Data to use

------------------------------------

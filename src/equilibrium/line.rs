//! The line of states that meet every equation but one, and where on it a balance closes
//! that leaves a term out.

use std::sync::atomic::AtomicBool;

use num_rational::Rational64;

use super::dominance::{Decides, DominanceTerm, FIRST_ORDER, sum_without, value};
use super::root::{Mark, narrow};
use super::sensitivity::{Response, Sensitivity};
use super::solve::solve;
use super::system::{Answer, Failure, Fixed, System};

/// The pH between which a reduced balance is looked at.
const PH_RANGE: (f64, f64) = (-3.0, 18.0);
/// A component is made this much scarcer or more plentiful, in ln.
const LN_MASS: f64 = 14.0;
const LN_10: f64 = std::f64::consts::LN_10;

pub(super) struct Line<'a> {
    answer: &'a Answer,
    cancel: &'a AtomicBool,
    /// The system without the equation: the pH held last, or the given totals.
    system: System,
    way: Way,
    /// States already found, by their place on the line.
    known: Vec<(f64, Answer)>,
}

/// What changes along the line.
enum Way {
    /// The place is the pH less the answer's.
    Ph,
    /// The place is the ln of the component's total over the given one; its charge is
    /// carried by nothing else.
    Total { component: usize, charge: f64, given: f64, proton: f64, response: Response },
}

impl<'a> Line<'a> {
    /// None where the equation is not there to be left out: the pH held, the component
    /// absent or brought by a held phase.
    pub fn new(
        system: &System,
        answer: &'a Answer,
        decides: Decides,
        cancel: &'a AtomicBool,
    ) -> Option<Self> {
        let mut system = system.clone();
        let way = match decides {
            Decides::Ph => {
                let row = vec![(0, Rational64::from_integer(1))];
                if system.fixed.iter().any(|f| f.row.len() == 1 && f.row[0].0 == 0) {
                    return None;
                }
                let supply = row.clone();
                system.fixed.push(Fixed {
                    row,
                    ln_value: 0.0,
                    water: 0.0,
                    concentration_of: None,
                    supply,
                });
                Way::Ph
            }
            Decides::Component(component) => {
                let given = *system.totals.get(component)?;
                let supplied =
                    system.fixed.iter().any(|f| f.supply.iter().any(|e| e.0 == component));
                if given <= 0.0 || component == 0 || supplied {
                    return None;
                }
                let alone = vec![(component, Rational64::from_integer(1))];
                let free = system.species.iter().find(|s| s.row == alone)?;
                let charge = f64::from(free.charge);
                let sensitivity = Sensitivity::new(&system, answer)?;
                let mut response = sensitivity.by_total(component)?;
                let proton = sensitivity.by_total(0)?;
                // By the ln of the total, its charge balanced by the other ions.
                let both = |own: &mut Vec<f64>, proton: &[f64]| {
                    for (own, proton) in own.iter_mut().zip(proton) {
                        *own = given * (*own - charge * proton);
                    }
                };
                both(&mut response.ln_components, &proton.ln_components);
                both(&mut response.ln_concentrations, &proton.ln_concentrations);
                let proton = system.totals[0];
                Way::Total { component, charge, given, proton, response }
            }
        };
        Some(Self { answer, cancel, system, way, known: Vec::new() })
    }

    fn ph(answer: &Answer) -> f64 {
        -answer.ln_components[0] / LN_10
    }

    /// The state at a place.
    fn state(&mut self, place: f64) -> Result<&Answer, Failure> {
        if let Some(found) = self.known.iter().position(|k| k.0 == place) {
            return Ok(&self.known[found].1);
        }
        match &self.way {
            Way::Ph => {
                let ph = Self::ph(self.answer) + place;
                if let Some(held) = self.system.fixed.last_mut() {
                    held.ln_value = -ph * LN_10;
                }
            }
            Way::Total { component, charge, given, proton, .. } => {
                let total = given * place.exp();
                self.system.totals[*component] = total;
                self.system.totals[0] = proton - charge * (total - given);
            }
        }
        let nearest =
            self.known.iter().min_by(|a, b| (a.0 - place).abs().total_cmp(&(b.0 - place).abs()));
        let nearest = match nearest {
            Some((at, answer)) if (at - place).abs() < place.abs() => answer,
            _ => self.answer,
        };
        let state = solve(&self.system, Some(nearest), self.cancel)?;
        self.known.push((place, state));
        Ok(&self.known[self.known.len() - 1].1)
    }

    /// The terms at a place.
    pub fn terms_at(
        &mut self,
        place: f64,
        terms: &[(f64, DominanceTerm)],
    ) -> Result<Vec<f64>, Failure> {
        let state = self.state(place)?;
        Ok(terms.iter().map(|t| value(t, state)).collect())
    }

    /// The shift of the pH when the balance closes without term `t`. `slope` is the
    /// change of the whole balance along the line, its sign the way to look first.
    pub fn shift_without(
        &mut self,
        t: usize,
        terms: &[(f64, DominanceTerm)],
        values: &[f64],
        slope: f64,
    ) -> Result<Option<f64>, Failure> {
        let towards = (values[t] * slope).signum();
        for direction in [towards, -towards] {
            let place = match self.close_without(t, terms, values, direction) {
                Ok(Some(place)) => place,
                Err(Failure::Cancelled) => return Err(Failure::Cancelled),
                // A state too far off to exist closes nothing.
                Ok(None) | Err(_) => continue,
            };
            let ph = Self::ph(self.state(place)?);
            return Ok(Some(ph - Self::ph(self.answer)));
        }
        Ok(None)
    }

    /// Where the balance closes without term `t`, looking in one direction by growing
    /// steps.
    fn close_without(
        &mut self,
        t: usize,
        terms: &[(f64, DominanceTerm)],
        values: &[f64],
        direction: f64,
    ) -> Result<Option<f64>, Failure> {
        let (step, furthest, width) = match self.way {
            Way::Ph => {
                let ph = Self::ph(self.answer);
                let edge = if direction > 0.0 { PH_RANGE.1 - ph } else { ph - PH_RANGE.0 };
                (0.02, edge, 1e-7)
            }
            Way::Total { .. } => (0.05, LN_MASS, 1e-7),
        };
        let mut before: Mark = (0.0, sum_without(values, t));
        let mut distance = step;
        while distance < 2.0 * furthest {
            let place = direction * distance.min(furthest);
            let here: Mark = (place, sum_without(&self.terms_at(place, terms)?, t));
            if here.1 == 0.0 {
                return Ok(Some(place));
            }
            if here.1.signum() != before.1.signum() && before.1 != 0.0 {
                let sum = |place| Ok(sum_without(&self.terms_at(place, terms)?, t));
                return narrow(sum, before, here, width).map(Some);
            }
            before = here;
            distance *= 2.0;
        }
        Ok(None)
    }

    /// The shift of the pH without term `t` of a mass balance.
    pub fn shift_without_mass(
        &mut self,
        t: usize,
        terms: &[(f64, DominanceTerm)],
        values: &[f64],
    ) -> Result<Option<f64>, Failure> {
        let Way::Total { response, .. } = &self.way else {
            return Ok(None);
        };
        let slopes: Vec<f64> = terms
            .iter()
            .zip(values)
            .map(|(term, value)| match term.1 {
                DominanceTerm::Species(i) => value * response.ln_concentrations[i],
                DominanceTerm::Constant(_) => 0.0,
            })
            .collect();
        let slope = slopes.iter().sum::<f64>();
        let place = values[t] / sum_without(&slopes, t);
        let shift = response.ph() * place;
        // The state is far from straight in ln total, so that only a small step counts.
        if shift.abs() <= FIRST_ORDER && place.abs() <= 0.1 {
            return Ok(Some(shift));
        }
        self.shift_without(t, terms, values, slope)
    }
}
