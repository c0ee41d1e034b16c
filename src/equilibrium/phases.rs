//! Which of the solids that may form do form.
//!
//! A solid that is there holds `Σ row · x` at its solubility and brings an amount of itself,
//! as any held phase does; one that is not there must not be supersaturated. So a set of
//! solids is guessed, the system with those held is solved, and the guess mended: the solid
//! of which there would be less than nothing is dropped, else the most supersaturated one is
//! added. One whose row depends on phases that are there already can only take the place of
//! one of them: of the one that its forming uses up first.
//!
//! With ideal activities these are the optimality conditions of a convex problem, so that a
//! set that meets them is the only one, but for solids of exactly equal solubility.

use std::collections::HashSet;
use std::sync::atomic::AtomicBool;

use num_rational::Rational64;
use num_traits::{Signed, ToPrimitive};

use super::solve::{needs_activity, solve};
use super::system::{Answer, Candidate, Failure, Fixed, IonicStrength, System};
use crate::problem::elimination::{Solution, express};

mod strength;

/// A solid is supersaturated above this ln of ion product over solubility product: what
/// rounding leaves of an exponent of a few hundred stays below it.
const SUPERSATURATED: f64 = 1e-10;
/// An amount this far below nothing, as a share of the smallest total that it takes part
/// in, is nothing.
const NOTHING: f64 = 1e-13;
/// The same as a share of the largest, once the search has come back to where it was.
const NEARLY_NOTHING: f64 = 1e-12;
/// Sets of solids tried at most, for each candidate and beyond.
const MOST_SETS: usize = 20;

/// A solved state with the solids that formed.
#[derive(Clone, Debug, PartialEq)]
pub struct Assemblage {
    /// The system asked for, those of its candidates that formed put behind its held phases:
    /// the answer is one to this system.
    pub system: System,
    pub answer: Answer,
    /// Of each candidate, where it stands among the held phases; none where it did not form.
    pub formed: Vec<Option<usize>>,
}

/// A state that is thought to be near, and which candidates had formed in it.
#[derive(Clone, Copy, Debug)]
pub struct Near<'a> {
    pub answer: &'a Answer,
    pub formed: &'a [Option<usize>],
}

/// Finds the state in which every row closes, no candidate is supersaturated, and there is
/// more than nothing of those that formed.
///
/// # Errors
/// Those of [`solve`]; and [`Failure::Endless`] where what is held keeps a candidate
/// supersaturated however much of it forms.
pub fn equilibrate(
    system: System,
    near: Option<Near>,
    cancel: &AtomicBool,
) -> Result<Assemblage, Failure> {
    if system.candidates.is_empty() {
        let answer = solve(&system, near.map(|near| near.answer), cancel)?;
        return Ok(Assemblage { system, answer, formed: Vec::new() });
    }
    let mut search = Assembling::new(&system);
    if let Some(near) = near.filter(|near| near.formed.len() == system.candidates.len()) {
        search.there = present(near.formed);
        search.last = Some(near.answer.clone());
        match search.settle(cancel) {
            Ok(()) if !search.is_tied() => return search.finish(),
            Err(Failure::Cancelled) => return Err(Failure::Cancelled),
            // What forms must not hang on what was looked at before.
            _ => search = Assembling::new(&system),
        }
    }
    match search.settle(cancel) {
        Err(Failure::NotConverged { .. })
            if needs_activity(&system) && system.ionic_strength == IonicStrength::Computed => {}
        result => return result.and_then(|()| search.finish()),
    }
    let near = strength::near_own_strength(&system, cancel)?;
    let mut search = Assembling::new(&system);
    search.there = present(&near.formed);
    search.last = Some(near.answer);
    search.settle(cancel)?;
    search.finish()
}

/// The system with those of its candidates that formed behind its held phases.
pub fn assembled(mut system: System, formed: &[Option<usize>]) -> System {
    let mut there: Vec<(usize, usize)> =
        formed.iter().enumerate().filter_map(|(c, place)| Some(((*place)?, c))).collect();
    there.sort_unstable();
    let held = there.iter().filter_map(|&(_, c)| Some(system.candidates.get(c)?.held()));
    let held: Vec<Fixed> = held.collect();
    system.fixed.extend(held);
    system
}

/// The candidates that are there.
fn present(formed: &[Option<usize>]) -> Vec<usize> {
    (0..formed.len()).filter(|&c| formed[c].is_some()).collect()
}

/// Whether another answer to an assemblage's system is a state of what was asked for too:
/// nothing negative and nothing supersaturated.
pub fn is_settled(system: &System, formed: &[Option<usize>], answer: &Answer) -> bool {
    system.candidates.iter().zip(formed).all(|(candidate, at)| match at {
        Some(k) => answer.amounts.get(*k).is_some_and(|n| *n <= 0.0),
        None => ln_saturation(candidate, answer).is_none_or(|ln| ln <= SUPERSATURATED),
    })
}

/// ln of ion product over solubility product; none where something it is made of is absent,
/// so that it cannot form.
fn ln_saturation(candidate: &Candidate, answer: &Answer) -> Option<f64> {
    let mut ln = candidate.water * answer.ln_water - candidate.ln_value;
    for (j, n) in &candidate.row {
        let component = *answer.ln_components.get(*j)?;
        if !component.is_finite() {
            return None;
        }
        ln += n.to_f64()? * component;
    }
    Some(ln)
}

struct Assembling<'a> {
    asked: &'a System,
    /// The candidates that are there, in the order in which they were added.
    there: Vec<usize>,
    /// `asked` with those behind its held phases.
    system: System,
    last: Option<Answer>,
    /// The sets that were solved.
    seen: HashSet<Vec<usize>>,
    /// Whether a set has come back: then the lowest number is taken first in every choice,
    /// which keeps to no circle.
    careful: bool,
    iterations: u32,
}

impl<'a> Assembling<'a> {
    fn new(asked: &'a System) -> Self {
        Self {
            asked,
            there: Vec::new(),
            system: asked.clone(),
            last: None,
            seen: HashSet::new(),
            careful: false,
            iterations: 0,
        }
    }

    fn settle(&mut self, cancel: &AtomicBool) -> Result<(), Failure> {
        let most = MOST_SETS * (self.asked.candidates.len() + 2);
        let mut widened = false;
        for _ in 0..most {
            let mut set = self.there.clone();
            set.sort_unstable();
            self.careful |= !self.seen.insert(set);
            match self.solve(cancel) {
                Ok(answer) => self.last = Some(answer),
                // What cannot be dissolved may be there as a solid.
                Err(Failure::Infeasible { .. }) if !widened && self.widen() => {
                    widened = true;
                    continue;
                }
                Err(other) => return Err(other),
            }
            if let Some(place) = self.negative() {
                self.there.remove(place);
            } else if let Some(candidate) = self.supersaturated() {
                self.add(candidate)?;
            } else {
                return Ok(());
            }
        }
        let residual = self.last.as_ref().map_or(1.0, |answer| answer.residual);
        Err(Failure::NotConverged { residual, iterations: self.iterations })
    }

    /// The answer with the present solids held, from the last one where that leads there.
    fn solve(&mut self, cancel: &AtomicBool) -> Result<Answer, Failure> {
        self.system.fixed.truncate(self.asked.fixed.len());
        let held = self.there.iter().map(|&c| self.asked.candidates[c].held());
        self.system.fixed.extend(held);
        // With activity coefficients a set can have more than one state; the one that a circle
        // came by is not the one to go on from.
        let start = self.last.as_ref().filter(|_| !self.careful);
        let mut result = solve(&self.system, start, cancel);
        if start.is_some() && matches!(result, Err(Failure::NotConverged { .. })) {
            result = solve(&self.system, None, cancel);
        }
        if let Ok(answer) = &mut result {
            self.iterations += answer.iterations;
            answer.iterations = self.iterations;
        }
        result
    }

    /// Adds every candidate that is independent of what is there; whether there was one.
    fn widen(&mut self) -> bool {
        let before = self.there.len();
        for c in 0..self.asked.candidates.len() {
            if !self.there.contains(&c) && self.dependence(c).is_none() {
                self.there.push(c);
            }
        }
        self.last = None;
        self.there.len() > before
    }

    fn amount(&self, place: usize) -> f64 {
        let amounts = self.last.as_ref().map(|answer| &answer.amounts);
        -amounts.and_then(|n| n.get(self.asked.fixed.len() + place)).copied().unwrap_or(0.0)
    }

    /// Which of the solids there is least of, and less than nothing.
    fn negative(&self) -> Option<usize> {
        let sizes = self.sizes();
        let below = (0..self.there.len()).filter_map(|place| {
            let row = &self.asked.candidates[self.there[place]].row;
            let each = row.iter().map(|(j, n)| sizes[*j] / n.to_f64().unwrap_or(1.0).abs());
            let least = if self.careful {
                -NEARLY_NOTHING * each.fold(0.0, f64::max)
            } else {
                -NOTHING * each.fold(f64::INFINITY, f64::min)
            };
            let amount = self.amount(place);
            (amount < least).then_some((place, amount))
        });
        if self.careful {
            return below.map(|(place, _)| place).min_by_key(|&place| self.there[place]);
        }
        below.min_by(|a, b| a.1.total_cmp(&b.1)).map(|(place, _)| place)
    }

    /// The sum of the terms of each component's row, as amounts.
    fn sizes(&self) -> Vec<f64> {
        let mut sizes: Vec<f64> = self.asked.totals.iter().map(|total| total.abs()).collect();
        let Some(answer) = &self.last else { return sizes };
        for (species, c) in self.asked.species.iter().zip(&answer.concentrations) {
            for (j, n) in &species.row {
                sizes[*j] += n.to_f64().unwrap_or(0.0).abs() * c;
            }
        }
        for (fixed, amount) in self.system.fixed.iter().zip(&answer.amounts) {
            for (j, n) in &fixed.supply {
                sizes[*j] += (n.to_f64().unwrap_or(0.0) * amount).abs();
            }
        }
        sizes
    }

    fn saturations(&self) -> impl Iterator<Item = (usize, f64)> {
        let answer = self.last.as_ref();
        (0..self.asked.candidates.len())
            .filter(|c| !self.there.contains(c))
            .filter_map(move |c| Some((c, ln_saturation(&self.asked.candidates[c], answer?)?)))
    }

    fn supersaturated(&self) -> Option<usize> {
        let mut above = self.saturations().filter(|(_, ln)| *ln > SUPERSATURATED);
        if self.careful {
            return above.next().map(|(c, _)| c);
        }
        above.max_by(|a, b| a.1.total_cmp(&b.1)).map(|(c, _)| c)
    }

    /// Whether a solid that is not there might as well be in the place of one that is.
    fn is_tied(&self) -> bool {
        self.saturations().any(|(_, ln)| ln.abs() <= 10.0 * SUPERSATURATED)
    }

    /// How often each phase that is there, the held ones first, makes up this candidate's
    /// row; none where they do not.
    fn dependence(&self, candidate: usize) -> Option<Vec<Rational64>> {
        let candidates = &self.asked.candidates;
        let held = self.asked.fixed.iter().map(|fixed| fixed.row.as_slice());
        let there = self.there.iter().map(|&c| candidates[c].row.as_slice());
        let rows: Vec<&[(usize, Rational64)]> = held.chain(there).collect();
        match express(&candidates[candidate].row, &rows) {
            Ok(Solution::Unique(values) | Solution::Many { particular: values, .. }) => {
                Some(values)
            }
            Ok(Solution::None { .. }) | Err(_) => None,
        }
    }

    fn add(&mut self, candidate: usize) -> Result<(), Failure> {
        let Some(makes) = self.dependence(candidate) else {
            self.there.push(candidate);
            return Ok(());
        };
        // As it forms, each of the others gives up or takes on its share.
        let stated = self.asked.fixed.len();
        let lasts = |place: usize| {
            let share = makes.get(stated + place).filter(|share| share.is_positive())?;
            Some((place, self.amount(place).max(0.0) / share.to_f64()?))
        };
        let used_up = (0..self.there.len()).filter_map(lasts).min_by(|a, b| {
            let by_number = self.there[a.0].cmp(&self.there[b.0]);
            a.1.total_cmp(&b.1).then(by_number)
        });
        match used_up {
            Some((place, _)) => {
                self.there[place] = candidate;
                Ok(())
            }
            None => {
                let fixed =
                    (0..stated).filter(|&k| makes.get(k).is_some_and(|n| *n != 0.into())).collect();
                Err(Failure::Endless { candidate, fixed })
            }
        }
    }

    fn finish(self) -> Result<Assemblage, Failure> {
        let Some(mut answer) = self.last else {
            return Err(Failure::NotConverged { residual: 1.0, iterations: self.iterations });
        };
        let stated = self.asked.fixed.len();
        let amount = |place: usize| answer.amounts.get(stated + place).copied().unwrap_or(0.0);
        // In their own order, whichever was found first; and what rounding leaves below nothing
        // is nothing.
        let mut there: Vec<(usize, f64)> =
            self.there.iter().enumerate().map(|(place, &c)| (c, amount(place).min(0.0))).collect();
        there.sort_unstable_by_key(|&(c, _)| c);
        let mut formed = vec![None; self.asked.candidates.len()];
        answer.amounts.truncate(stated);
        for (place, &(c, amount)) in there.iter().enumerate() {
            formed[c] = Some(stated + place);
            answer.amounts.push(amount);
        }
        Ok(Assemblage { system: assembled(self.asked.clone(), &formed), answer, formed })
    }
}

------------------------------------

What this task involves
Look above for the line containing "let mut there: Vec<(usize, usize)>". Output from there through the line containing "Whether a set", exactly and inclusively.

Output for this task
    let mut there: Vec<(usize, usize)> =
        formed.iter().enumerate().filter_map(|(c, place)| Some(((*place)?, c))).collect();
    there.sort_unstable();
    let held = there.iter().filter_map(|&(_, c)| Some(system.candidates.get(c)?.held()));
    let held: Vec<Fixed> = held.collect();
    system.fixed.extend(held);
    system
}

/// The candidates that are there.
fn present(formed: &[Option<usize>]) -> Vec<usize> {
    (0..formed.len()).filter(|&c| formed[c].is_some()).collect()
}

/// Whether another answer to an assemblage's system is a state of what was asked for too:
/// nothing negative and nothing supersaturated.
pub fn is_settled(system: &System, formed: &[Option<usize>], answer: &Answer) -> bool {
    system.candidates.iter().zip(formed).all(|(candidate, at)| match at {
        Some(k) => answer.amounts.get(*k).is_some_and(|n| *n <= 0.0),
        None => ln_saturation(candidate, answer).is_none_or(|ln| ln <= SUPERSATURATED),
    })
}

/// ln of ion product over solubility product; none where something it is made of is absent,
/// so that it cannot form.
fn ln_saturation(candidate: &Candidate, answer: &Answer) -> Option<f64> {
    let mut ln = candidate.water * answer.ln_water - candidate.ln_value;
    for (j, n) in &candidate.row {
        let component = *answer.ln_components.get(*j)?;
        if !component.is_finite() {
            return None;
        }
        ln += n.to_f64()? * component;
    }
    Some(ln)
}

struct Assembling<'a> {
    asked: &'a System,
    /// The candidates that are there, in the order in which they were added.
    there: Vec<usize>,
    /// `asked` with those behind its held phases.
    system: System,
    last: Option<Answer>,
    /// The sets that were solved.
    seen: HashSet<Vec<usize>>,
    /// Whether a set has come back: then the lowest number is taken first in every choice,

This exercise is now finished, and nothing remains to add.